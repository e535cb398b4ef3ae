//! Vacuum instantaneous impact point (IIP): where the vehicle would strike the surface if its
//! thrust stopped now and it flew on without air, on the two-body (Keplerian) conic through the
//! present state, down to a sphere of given radius.
//!
//! Method: Bate, Mueller & White, *Fundamentals of Astrodynamics* (1971), ch. 6 "Ballistic
//! missile trajectories" (the free-flight conic from burnout to re-entry) with ch. 4's Kepler
//! equation for the time of flight (from memory). The conic's true anomaly at impact solves
//! `R = p / (1 + e cos ν)` on the descending branch; the impact point is the present position
//! turned by `Δν` in the orbit plane; the time of flight is `(M_i − M_0)/n` with
//! `M = E − e sin E`. Drag, J2 and the ellipsoid's shape are left out, as a vacuum IIP does.

use nalgebra::Vector3;

/// The point where the free-flight conic meets the sphere.
#[derive(Debug, Clone, Copy, PartialEq)]
pub struct Impact {
    /// Impact position in the same inertial frame as the state, m (its norm is the sphere's
    /// radius).
    pub r_m: Vector3<f64>,
    /// Time from the present state to impact, s.
    pub time_of_flight_s: f64,
}

/// Vacuum IIP of the state (`r_m`, `v_mps`, inertial) under gravitational parameter `mu_m3_s2`,
/// on a sphere of radius `radius_m`. `None` when the conic never comes down to the sphere (an
/// orbit whose perigee clears it, an escape trajectory) or the input is degenerate. A state on
/// or under the sphere is its own impact point (time of flight 0).
pub fn vacuum_impact(
    r_m: &Vector3<f64>,
    v_mps: &Vector3<f64>,
    mu_m3_s2: f64,
    radius_m: f64,
) -> Option<Impact> {
    let r = r_m.norm();
    if !(r.is_finite() && r > 0.0 && radius_m > 0.0 && mu_m3_s2 > 0.0) {
        return None;
    }
    if r <= radius_m {
        return Some(Impact {
            r_m: *r_m * (radius_m / r),
            time_of_flight_s: 0.0,
        });
    }
    let h_vec = r_m.cross(v_mps);
    let h = h_vec.norm();
    let v2 = v_mps.norm_squared();
    let energy = 0.5 * v2 - mu_m3_s2 / r;
    if energy.is_nan() || energy >= 0.0 || h <= 0.0 {
        // Escape, or a radial fall (h = 0: no plane to turn in; not met on an ascent).
        return None;
    }
    let p = h * h / mu_m3_s2;
    let e_vec = ((v2 - mu_m3_s2 / r) * r_m - r_m.dot(v_mps) * v_mps) / mu_m3_s2;
    let e = e_vec.norm();
    if e < 1e-12 || p / (1.0 + e) >= radius_m {
        return None; // perigee clears the sphere
    }
    // True anomaly now, in [0, 2π): cos ν = e·r/(e r), and ν > π while descending (r·v < 0).
    let two_pi = std::f64::consts::TAU;
    let cos_nu0 = (e_vec.dot(r_m) / (e * r)).clamp(-1.0, 1.0);
    let nu0 = if r_m.dot(v_mps) >= 0.0 {
        cos_nu0.acos()
    } else {
        two_pi - cos_nu0.acos()
    };
    // Descending crossing of the sphere: ν_i = 2π − acos((p/R − 1)/e).
    let nu_i = two_pi - ((p / radius_m - 1.0) / e).clamp(-1.0, 1.0).acos();
    let dnu = (nu_i - nu0).rem_euclid(two_pi);
    let u = r_m / r;
    let w = h_vec.cross(r_m).normalize();
    let r_impact = (u * dnu.cos() + w * dnu.sin()) * radius_m;
    let a = -mu_m3_s2 / (2.0 * energy);
    let n = (mu_m3_s2 / (a * a * a)).sqrt();
    let mean = |nu: f64| {
        let big_e = 2.0 * (((1.0 - e) / (1.0 + e)).sqrt() * (nu / 2.0).tan()).atan();
        (big_e - e * big_e.sin()).rem_euclid(two_pi)
    };
    let dm = (mean(nu_i) - mean(nu0)).rem_euclid(two_pi);
    Some(Impact {
        r_m: r_impact,
        time_of_flight_s: dm / n,
    })
}

#[cfg(test)]
mod tests {
    use super::*;
    use approx::assert_relative_eq;

    const MU: f64 = 3.986_004_418e14;
    const R: f64 = 6_378_137.0;

    #[test]
    fn orbit_with_perigee_above_the_sphere_has_no_impact() {
        let r = Vector3::new(R + 200e3, 0.0, 0.0);
        let v = Vector3::new(0.0, (MU / (R + 200e3)).sqrt(), 0.0);
        assert_eq!(vacuum_impact(&r, &v, MU, R), None);
        assert_eq!(
            vacuum_impact(&r, &(v * 1.5), MU, R),
            None,
            "escape trajectory"
        );
    }

    #[test]
    fn horizontal_launch_from_apogee_lands_symmetric() {
        // A horizontal state at apogee: the conic is symmetric about its major axis, so the
        // descending crossing lies at ν_i and the ascending one at 2π − ν_i. Closed form
        // (Bate, Mueller & White 1971, eq. 6.2-4 family, from memory): the range angle from
        // apogee Ψ satisfies cos(π − Ψ) = (p/R − 1)/e, with p and e from the state.
        let ra = R + 300e3;
        let v0 = 5000.0;
        let r = Vector3::new(ra, 0.0, 0.0);
        let v = Vector3::new(0.0, v0, 0.0);
        let imp = vacuum_impact(&r, &v, MU, R).expect("falls back");
        assert_relative_eq!(imp.r_m.norm(), R, max_relative = 1e-12);
        let h = ra * v0;
        let p = h * h / MU;
        let e = 1.0 - p / ra; // apogee: r_a = p / (1 − e)
        let psi = std::f64::consts::PI - ((p / R - 1.0) / e).acos();
        let got = imp.r_m.y.atan2(imp.r_m.x);
        assert_relative_eq!(got, psi, epsilon = 1e-9);
        // Time of flight from apogee (M = π) to the crossing, by Kepler's equation.
        let a = 0.5 * (ra + p / (1.0 + e));
        let nu = std::f64::consts::PI + psi;
        let ecc = 2.0 * (((1.0 - e) / (1.0 + e)).sqrt() * (nu / 2.0).tan()).atan();
        let m = (ecc - e * ecc.sin()).rem_euclid(std::f64::consts::TAU);
        let want = (m - std::f64::consts::PI) / (MU / a.powi(3)).sqrt();
        assert_relative_eq!(imp.time_of_flight_s, want, max_relative = 1e-9);
        assert!(imp.time_of_flight_s > 0.0 && imp.time_of_flight_s < 3000.0);
    }

    #[test]
    fn vertical_shot_and_bad_input() {
        let r = Vector3::new(R, 0.0, 0.0);
        let imp = vacuum_impact(&r, &Vector3::zeros(), MU, R).expect("on the sphere");
        assert_relative_eq!(imp.time_of_flight_s, 0.0);
        let nan = Vector3::new(f64::NAN, 0.0, 0.0);
        assert_eq!(vacuum_impact(&nan, &Vector3::zeros(), MU, R), None);
        let up = Vector3::new(R + 10e3, 0.0, 0.0);
        assert_eq!(
            vacuum_impact(&up, &Vector3::new(100.0, 0.0, 0.0), MU, R),
            None,
            "radial: no plane"
        );
    }
}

**Exercise objective**: Every line above in which the word "down" occurs is to be copied.

**Solution for this task**:
//! present state, down to a sphere of given radius.
/// on a sphere of radius `radius_m`. `None` when the conic never comes down to the sphere (an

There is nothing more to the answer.